*** Opening Source material ***

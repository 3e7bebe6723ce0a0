"""Taylor numbers against symbolic differentiation."""

import itertools
import math

import numpy as np
import pytest
import sympy
from hypothesis import given, settings
from hypothesis import strategies as st

from tests.refusal import refused
from tmsolve import NotApplicable
from tmsolve.tabulate.jets import Jet, variable

X, Y = sympy.symbols("x y")
NAMES = ("exp", "log", "sin", "cos", "sinh", "cosh", "tan", "tanh", "sqrt", "log1p", "expm1")
SYMBOLIC = {**{n: getattr(sympy, n) for n in NAMES[:9]}, "log1p": lambda x: sympy.log(1 + x)}
SYMBOLIC["expm1"] = lambda x: sympy.exp(x) - 1
#: Brings any argument to where all of the functions above are smooth and of moderate size.
TAMED = {"log": 1, "sqrt": 1, "log1p": 1, "tan": 0.25}


def _safe(name, x, sqrt):
    """Map x smoothly into the domain of a function."""
    return TAMED[name] + x * x / (1 + x * x) if name in TAMED else x / sqrt(1 + x * x)


@st.composite
def expressions(draw, depth=3):
    """Draw one function of x and y as a pair: for NumPy numbers or jets, and for sympy."""
    kind = draw(st.sampled_from(["x", "y", "number", "+", "-", "*", "/", "function", "power"])) if depth else "x"
    if kind in ("x", "y"):
        return (lambda x, y: x, lambda x, y: x) if kind == "x" else (lambda x, y: y, lambda x, y: y)
    if kind == "number":
        c = draw(st.integers(-3, 3)) / 2
        return (lambda x, y: c + 0 * x), (lambda x, y: sympy.Rational(c))
    a, sym_a = draw(expressions(depth - 1))
    if kind == "function":
        name = draw(st.sampled_from(NAMES))
        return (
            lambda x, y: getattr(np, name)(_safe(name, a(x, y), np.sqrt)),
            lambda x, y: SYMBOLIC[name](_safe(name, sym_a(x, y), sympy.sqrt)),
        )
    if kind == "power":
        n = draw(st.sampled_from([2, 3, -1, 0.5, -1.5]))
        return (lambda x, y: (1 + a(x, y) ** 2) ** n), (lambda x, y: (1 + sym_a(x, y) ** 2) ** sympy.nsimplify(n))
    b, sym_b = draw(expressions(depth - 1))
    if kind == "/":
        return (lambda x, y: a(x, y) / (2 + b(x, y) ** 2)), (lambda x, y: sym_a(x, y) / (2 + sym_b(x, y) ** 2))
    operation = {"+": lambda p, q: p + q, "-": lambda p, q: p - q, "*": lambda p, q: p * q}[kind]
    return (lambda x, y: operation(a(x, y), b(x, y))), (lambda x, y: operation(sym_a(x, y), sym_b(x, y)))


def derivative(function, x, y, orders):
    """Differentiate with jets, ``orders`` times by x and by y."""
    slots_x, slots_y = range(orders[0]), range(orders[0], sum(orders))
    jet = function(variable(x, list(slots_x)), variable(y, list(slots_y)))
    full = (1 << sum(orders)) - 1
    return jet.parts.get(full, 0.0) if isinstance(jet, Jet) else 0.0


@settings(max_examples=30)
@given(expressions(), st.sampled_from([(1, 0), (0, 2), (1, 1), (3, 0), (2, 1), (2, 2), (4, 0)]))
def test_derivatives_are_those_of_sympy(pair, orders):
    function, symbolic = pair
    expected = sympy.lambdify((X, Y), sympy.diff(symbolic(X, Y), *[X] * orders[0], *[Y] * orders[1]), "mpmath")
    for x, y in ((0.3, -0.7), (-1.1, 0.4)):
        exact = complex(expected(x, y))
        scale = 1 + abs(exact)
        assert derivative(function, x, y, orders) == pytest.approx(exact.real, abs=1e-9 * scale)


@settings(max_examples=30)
@given(expressions())
def test_arrays_are_treated_elementwise(pair):
    x, y = np.array([0.3, -1.1, 0.8]), np.array([-0.7, 0.4, 0.2])
    together = np.broadcast_to(derivative(pair[0], x, y, (1, 1)), 3)
    alone = [derivative(pair[0], float(a), float(b), (1, 1)) for a, b in zip(x, y, strict=True)]
    assert together == pytest.approx(np.array(alone), rel=1e-12, abs=1e-12)


@pytest.mark.parametrize("order", range(1, 9))
@pytest.mark.parametrize("name", ["exp", "log", "sin", "cosh", "sqrt", "reciprocal", "log2", "exp2", "square"])
def test_single_functions_to_high_order(name, order):
    symbolic = {
        "reciprocal": 1 / X,
        "log2": sympy.log(X, 2),
        "exp2": 2**X,
        "square": X**2,
    }.get(name) or getattr(sympy, name)(X)
    expected = float(sympy.diff(symbolic, X, order).subs(X, 0.7))
    got = derivative(lambda x, y: getattr(np, name)(x), 0.7, 0.0, (order, 0))
    assert got == pytest.approx(expected, rel=1e-12, abs=1e-13)


@pytest.mark.parametrize(
    ("function", "value", "slope"),
    [
        (lambda x: x**0, 1, 0),
        (lambda x: x**3, 0, 0),
        (lambda x: 2**x, 1, math.log(2)),
        (lambda x: (1 + x) ** (1 + x), 1, 1),
        (lambda x: abs(x - 1), 1, -1),
        (lambda x: max(x, -1.0), 0, 1),
        (lambda x: 3 - (+x), 3, -1),
        (lambda x: np.add(1, x) * np.float64(2), 2, 2),
        (lambda x: np.where(x > -1, 2 * x, 0.0), 0, 2),
        (lambda x: np.where(True, 1.0, x), 1, 0),
        (lambda x: np.sum([x, x, 1]), 1, 2),
        (lambda x: np.dot([1, 2], [x, x]), 0, 3),
        (lambda x: x if x else 5 + x, 5, 1),
        (lambda x: (x == 0) + x, 1, 1),
        (lambda x: np.power(1 + x, 2) / np.sqrt(1 + x), 1, 1.5),
        (lambda x: np.expm1(x) + np.log1p(x), 0, 2),
    ],
)
def test_operations_at_zero(function, value, slope):
    jet = function(variable(0.0, [0]))
    assert float(jet.parts[0]) == pytest.approx(value) and float(jet.parts.get(1, 0.0)) == pytest.approx(slope)


def test_an_array_chooses_branches_elementwise():
    x = np.array([-1.0, 2.0])
    jet = np.where(variable(x, [0]) > 0, variable(x, [0]) ** 2, np.inf)
    assert jet.parts[0].tolist() == [np.inf, 4.0] and jet.parts[1].tolist() == [0.0, 4.0]


@pytest.mark.parametrize(
    ("function", "fragments"),
    [
        (math.exp, ("cannot pass through", "math.exp", "NumPy function of the same name")),
        (float, ("cannot pass through",)),
        (int, ("cannot pass through",)),
        (np.floor, ("numpy.floor has no derivative here", "tanh")),
        (lambda x: np.maximum(x, 1), ("numpy.maximum has no derivative here", "numpy.where")),
        (lambda x: np.clip(x, 0, 1), ("has no derivative here",)),
        (lambda x: np.sign(x), ("numpy.sign has no derivative here",)),
        (lambda x: np.linalg.norm(x), ("numpy.norm has no derivative here",)),
    ],
)
def test_functions_without_derivative_say_so(function, fragments):
    refused(NotApplicable, lambda: function(variable(0.5, [0])), *fragments)


@pytest.mark.parametrize("orders", list(itertools.product(range(3), repeat=2)))
def test_mixed_derivatives_of_a_monomial(orders):
    expected = math.perm(3, orders[0]) * 2.0 ** (3 - orders[0]) * math.perm(2, orders[1]) * 1.5 ** (2 - orders[1])
    jet = variable(2.0, list(range(orders[0]))) ** 3 * variable(1.5, list(range(orders[0], sum(orders)))) ** 2
    assert jet.parts[(1 << sum(orders)) - 1] == pytest.approx(expected)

*** Closing Source material ***

Exercise requirements: Would you copy every line of the entries that includes the word "kind"?

Exercise output:
    kind = draw(st.sampled_from(["x", "y", "number", "+", "-", "*", "/", "function", "power"])) if depth else "x"
    if kind in ("x", "y"):
        return (lambda x, y: x, lambda x, y: x) if kind == "x" else (lambda x, y: y, lambda x, y: y)
    if kind == "number":
    if kind == "function":
    if kind == "power":
    if kind == "/":
    operation = {"+": lambda p, q: p + q, "-": lambda p, q: p - q, "*": lambda p, q: p * q}[kind]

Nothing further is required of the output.